▶ **WORK INSTRUCTIONS**
Count the lines in the records beneath this task that contain the string "fraction", then give the count by itself.

▶ **SOURCE INFORMATION**
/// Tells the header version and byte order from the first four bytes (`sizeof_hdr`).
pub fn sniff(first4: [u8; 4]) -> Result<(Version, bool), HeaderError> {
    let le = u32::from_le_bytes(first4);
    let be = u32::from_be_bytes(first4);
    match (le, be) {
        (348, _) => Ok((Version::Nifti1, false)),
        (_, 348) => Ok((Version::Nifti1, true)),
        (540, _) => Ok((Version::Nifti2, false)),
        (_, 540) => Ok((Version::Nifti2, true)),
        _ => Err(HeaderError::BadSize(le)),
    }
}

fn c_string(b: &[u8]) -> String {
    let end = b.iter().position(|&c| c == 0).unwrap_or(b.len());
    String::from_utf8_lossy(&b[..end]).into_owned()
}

--

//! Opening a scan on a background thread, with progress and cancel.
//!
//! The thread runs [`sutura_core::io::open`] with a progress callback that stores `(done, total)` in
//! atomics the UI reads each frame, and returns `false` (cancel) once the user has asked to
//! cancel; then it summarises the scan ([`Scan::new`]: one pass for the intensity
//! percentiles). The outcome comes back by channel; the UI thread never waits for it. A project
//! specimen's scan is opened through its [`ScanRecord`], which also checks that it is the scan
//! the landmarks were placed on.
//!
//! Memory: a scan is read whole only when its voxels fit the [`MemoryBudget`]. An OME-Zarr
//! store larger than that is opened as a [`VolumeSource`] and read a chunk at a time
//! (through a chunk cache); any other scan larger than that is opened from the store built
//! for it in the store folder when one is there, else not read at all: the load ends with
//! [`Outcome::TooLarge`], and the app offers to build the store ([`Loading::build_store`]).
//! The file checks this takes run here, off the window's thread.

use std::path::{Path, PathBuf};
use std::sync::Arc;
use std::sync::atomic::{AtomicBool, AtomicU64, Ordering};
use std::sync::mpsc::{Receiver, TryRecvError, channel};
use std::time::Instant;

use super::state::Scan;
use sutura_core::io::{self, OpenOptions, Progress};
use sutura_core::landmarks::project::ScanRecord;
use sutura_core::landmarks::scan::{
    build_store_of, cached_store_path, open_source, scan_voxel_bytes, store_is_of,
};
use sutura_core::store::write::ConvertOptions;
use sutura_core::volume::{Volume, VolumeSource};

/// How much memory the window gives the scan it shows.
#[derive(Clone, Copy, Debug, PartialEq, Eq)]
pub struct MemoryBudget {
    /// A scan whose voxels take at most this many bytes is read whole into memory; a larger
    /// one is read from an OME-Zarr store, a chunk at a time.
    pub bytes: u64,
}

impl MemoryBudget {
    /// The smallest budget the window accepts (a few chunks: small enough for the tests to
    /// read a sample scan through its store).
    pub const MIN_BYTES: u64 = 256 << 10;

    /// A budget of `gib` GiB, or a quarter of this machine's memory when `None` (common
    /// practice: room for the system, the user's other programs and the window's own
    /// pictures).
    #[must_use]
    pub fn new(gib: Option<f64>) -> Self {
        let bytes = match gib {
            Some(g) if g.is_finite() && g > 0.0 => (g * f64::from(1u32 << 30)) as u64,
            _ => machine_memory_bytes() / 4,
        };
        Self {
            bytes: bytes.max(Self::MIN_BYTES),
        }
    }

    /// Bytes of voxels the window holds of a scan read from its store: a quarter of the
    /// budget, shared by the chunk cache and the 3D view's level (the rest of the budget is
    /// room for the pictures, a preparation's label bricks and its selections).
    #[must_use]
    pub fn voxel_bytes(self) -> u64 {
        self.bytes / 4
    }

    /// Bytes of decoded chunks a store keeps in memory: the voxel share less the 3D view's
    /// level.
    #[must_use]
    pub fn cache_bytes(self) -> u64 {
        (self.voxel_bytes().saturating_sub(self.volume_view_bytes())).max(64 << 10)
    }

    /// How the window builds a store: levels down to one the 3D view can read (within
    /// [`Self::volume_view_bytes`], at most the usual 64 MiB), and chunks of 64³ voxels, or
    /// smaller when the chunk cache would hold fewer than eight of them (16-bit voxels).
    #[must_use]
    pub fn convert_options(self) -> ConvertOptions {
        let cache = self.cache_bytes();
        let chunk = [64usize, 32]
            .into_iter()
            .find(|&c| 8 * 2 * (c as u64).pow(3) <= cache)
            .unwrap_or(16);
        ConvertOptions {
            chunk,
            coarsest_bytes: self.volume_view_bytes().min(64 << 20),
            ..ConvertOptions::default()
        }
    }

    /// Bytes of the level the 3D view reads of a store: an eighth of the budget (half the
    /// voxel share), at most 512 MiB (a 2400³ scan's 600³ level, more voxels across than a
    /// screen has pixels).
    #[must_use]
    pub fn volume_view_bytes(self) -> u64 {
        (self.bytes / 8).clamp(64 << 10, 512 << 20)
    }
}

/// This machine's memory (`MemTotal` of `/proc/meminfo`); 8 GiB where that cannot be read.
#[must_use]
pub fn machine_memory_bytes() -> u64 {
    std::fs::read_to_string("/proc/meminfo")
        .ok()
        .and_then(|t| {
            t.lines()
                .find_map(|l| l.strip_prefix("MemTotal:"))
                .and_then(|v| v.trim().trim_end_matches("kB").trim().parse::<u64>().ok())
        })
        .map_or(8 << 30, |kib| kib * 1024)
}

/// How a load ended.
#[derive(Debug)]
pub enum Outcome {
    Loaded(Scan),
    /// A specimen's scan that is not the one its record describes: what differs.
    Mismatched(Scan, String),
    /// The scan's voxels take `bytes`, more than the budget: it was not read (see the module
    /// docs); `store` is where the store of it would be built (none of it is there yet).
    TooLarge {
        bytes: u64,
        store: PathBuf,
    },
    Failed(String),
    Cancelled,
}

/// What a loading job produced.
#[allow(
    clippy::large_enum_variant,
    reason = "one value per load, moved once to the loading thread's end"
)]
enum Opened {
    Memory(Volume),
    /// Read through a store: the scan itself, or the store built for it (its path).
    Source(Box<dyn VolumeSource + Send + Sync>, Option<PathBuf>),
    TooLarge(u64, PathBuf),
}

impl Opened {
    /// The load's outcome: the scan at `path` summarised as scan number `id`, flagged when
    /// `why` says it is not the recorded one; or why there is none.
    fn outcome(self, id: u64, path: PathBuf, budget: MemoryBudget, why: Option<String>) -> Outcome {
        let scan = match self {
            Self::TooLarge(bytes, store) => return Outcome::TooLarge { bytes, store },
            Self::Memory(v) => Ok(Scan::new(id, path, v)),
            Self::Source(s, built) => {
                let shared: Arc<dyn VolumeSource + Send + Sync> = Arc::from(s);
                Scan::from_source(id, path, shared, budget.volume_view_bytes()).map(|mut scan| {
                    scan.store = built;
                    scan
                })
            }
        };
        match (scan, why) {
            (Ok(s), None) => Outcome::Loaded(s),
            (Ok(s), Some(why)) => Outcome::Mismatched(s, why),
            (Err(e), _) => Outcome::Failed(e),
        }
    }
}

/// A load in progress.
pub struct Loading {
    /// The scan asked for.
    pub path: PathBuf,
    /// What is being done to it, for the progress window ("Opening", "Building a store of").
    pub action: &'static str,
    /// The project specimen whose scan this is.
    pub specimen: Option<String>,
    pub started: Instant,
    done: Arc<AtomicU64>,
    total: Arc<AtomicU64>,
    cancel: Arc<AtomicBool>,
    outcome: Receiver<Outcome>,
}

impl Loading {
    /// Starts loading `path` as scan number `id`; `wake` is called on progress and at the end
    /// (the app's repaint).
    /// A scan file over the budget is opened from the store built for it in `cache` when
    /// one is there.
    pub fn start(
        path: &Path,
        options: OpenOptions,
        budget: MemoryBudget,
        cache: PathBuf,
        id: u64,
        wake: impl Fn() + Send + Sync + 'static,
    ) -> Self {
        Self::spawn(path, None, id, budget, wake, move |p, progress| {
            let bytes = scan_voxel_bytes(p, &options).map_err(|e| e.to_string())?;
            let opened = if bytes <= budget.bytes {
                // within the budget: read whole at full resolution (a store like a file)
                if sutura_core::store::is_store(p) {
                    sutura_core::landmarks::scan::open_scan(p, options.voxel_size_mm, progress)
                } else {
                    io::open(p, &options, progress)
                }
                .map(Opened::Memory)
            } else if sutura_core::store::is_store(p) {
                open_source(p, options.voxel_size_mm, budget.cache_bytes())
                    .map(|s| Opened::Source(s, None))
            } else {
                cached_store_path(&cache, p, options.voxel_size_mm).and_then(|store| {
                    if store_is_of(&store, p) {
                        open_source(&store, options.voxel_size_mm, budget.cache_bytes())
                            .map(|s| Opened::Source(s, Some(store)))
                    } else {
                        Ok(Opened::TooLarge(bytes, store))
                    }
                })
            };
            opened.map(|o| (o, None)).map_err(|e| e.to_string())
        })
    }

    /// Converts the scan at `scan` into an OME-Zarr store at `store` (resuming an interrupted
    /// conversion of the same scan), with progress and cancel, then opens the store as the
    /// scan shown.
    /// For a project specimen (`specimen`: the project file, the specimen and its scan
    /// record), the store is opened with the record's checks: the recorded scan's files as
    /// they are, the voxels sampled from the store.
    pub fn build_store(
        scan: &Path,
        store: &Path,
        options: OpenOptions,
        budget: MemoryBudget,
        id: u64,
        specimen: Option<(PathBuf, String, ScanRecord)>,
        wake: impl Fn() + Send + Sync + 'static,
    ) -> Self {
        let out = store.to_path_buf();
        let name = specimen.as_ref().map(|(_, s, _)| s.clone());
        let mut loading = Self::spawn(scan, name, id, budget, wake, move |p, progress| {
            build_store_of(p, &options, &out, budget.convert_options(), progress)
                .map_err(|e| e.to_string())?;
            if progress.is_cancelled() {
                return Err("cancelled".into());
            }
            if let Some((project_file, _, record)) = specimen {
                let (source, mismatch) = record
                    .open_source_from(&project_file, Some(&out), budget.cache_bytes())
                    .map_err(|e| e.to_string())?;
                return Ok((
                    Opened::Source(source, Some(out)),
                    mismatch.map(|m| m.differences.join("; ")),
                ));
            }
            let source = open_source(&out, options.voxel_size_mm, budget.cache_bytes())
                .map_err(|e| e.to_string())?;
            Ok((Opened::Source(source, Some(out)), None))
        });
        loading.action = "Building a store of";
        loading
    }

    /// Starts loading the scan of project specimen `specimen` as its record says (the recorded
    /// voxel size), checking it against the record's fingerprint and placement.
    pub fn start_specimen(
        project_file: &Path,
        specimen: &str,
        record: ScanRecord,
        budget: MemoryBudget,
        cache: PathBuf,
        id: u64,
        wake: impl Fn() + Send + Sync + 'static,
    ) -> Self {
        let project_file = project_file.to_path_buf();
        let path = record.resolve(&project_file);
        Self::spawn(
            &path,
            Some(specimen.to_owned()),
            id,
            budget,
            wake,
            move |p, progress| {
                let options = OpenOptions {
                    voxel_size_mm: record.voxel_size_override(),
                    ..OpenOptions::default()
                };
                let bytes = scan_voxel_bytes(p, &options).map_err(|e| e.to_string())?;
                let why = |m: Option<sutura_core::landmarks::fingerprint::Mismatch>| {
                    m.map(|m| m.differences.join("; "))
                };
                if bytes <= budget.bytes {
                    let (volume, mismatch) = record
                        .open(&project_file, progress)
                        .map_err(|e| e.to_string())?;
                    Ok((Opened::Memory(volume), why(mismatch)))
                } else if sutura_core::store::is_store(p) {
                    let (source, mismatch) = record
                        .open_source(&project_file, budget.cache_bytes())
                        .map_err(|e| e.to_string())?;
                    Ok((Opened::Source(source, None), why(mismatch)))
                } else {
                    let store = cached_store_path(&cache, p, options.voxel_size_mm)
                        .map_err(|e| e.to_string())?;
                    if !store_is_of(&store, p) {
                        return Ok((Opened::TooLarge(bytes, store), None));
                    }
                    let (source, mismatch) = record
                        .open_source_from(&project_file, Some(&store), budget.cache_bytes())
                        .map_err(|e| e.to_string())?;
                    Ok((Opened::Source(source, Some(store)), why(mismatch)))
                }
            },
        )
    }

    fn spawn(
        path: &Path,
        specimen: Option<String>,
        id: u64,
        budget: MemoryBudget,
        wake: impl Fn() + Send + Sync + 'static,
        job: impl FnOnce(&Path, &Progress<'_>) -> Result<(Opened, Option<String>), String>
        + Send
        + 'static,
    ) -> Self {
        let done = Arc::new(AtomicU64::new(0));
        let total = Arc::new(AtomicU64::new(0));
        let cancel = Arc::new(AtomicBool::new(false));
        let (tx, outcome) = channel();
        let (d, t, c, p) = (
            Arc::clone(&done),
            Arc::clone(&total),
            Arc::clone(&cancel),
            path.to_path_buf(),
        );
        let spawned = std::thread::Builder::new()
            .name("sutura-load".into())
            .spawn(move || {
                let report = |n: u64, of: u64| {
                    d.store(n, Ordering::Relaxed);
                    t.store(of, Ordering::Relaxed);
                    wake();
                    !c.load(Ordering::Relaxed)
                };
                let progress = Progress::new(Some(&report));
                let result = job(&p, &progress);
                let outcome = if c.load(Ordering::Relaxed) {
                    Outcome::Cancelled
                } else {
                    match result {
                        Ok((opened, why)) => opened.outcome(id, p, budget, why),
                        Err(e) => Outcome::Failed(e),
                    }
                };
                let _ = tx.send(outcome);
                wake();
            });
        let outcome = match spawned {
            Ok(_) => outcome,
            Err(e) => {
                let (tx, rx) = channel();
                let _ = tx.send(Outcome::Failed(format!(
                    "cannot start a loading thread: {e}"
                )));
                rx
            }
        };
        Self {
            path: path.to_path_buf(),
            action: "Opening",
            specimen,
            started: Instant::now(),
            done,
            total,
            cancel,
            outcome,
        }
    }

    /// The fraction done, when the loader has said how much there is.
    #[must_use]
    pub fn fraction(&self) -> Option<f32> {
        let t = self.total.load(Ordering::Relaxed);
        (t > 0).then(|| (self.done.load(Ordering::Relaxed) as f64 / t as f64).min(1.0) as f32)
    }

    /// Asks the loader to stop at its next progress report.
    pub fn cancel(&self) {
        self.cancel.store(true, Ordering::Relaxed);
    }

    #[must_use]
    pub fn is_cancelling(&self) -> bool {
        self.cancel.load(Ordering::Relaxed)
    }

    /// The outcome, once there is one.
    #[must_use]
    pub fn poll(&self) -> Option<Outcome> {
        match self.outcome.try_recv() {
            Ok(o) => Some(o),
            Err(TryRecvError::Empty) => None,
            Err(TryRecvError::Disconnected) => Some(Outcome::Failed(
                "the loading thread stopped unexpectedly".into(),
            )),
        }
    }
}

▶ **ANSWER TO THE PROBLEM**
2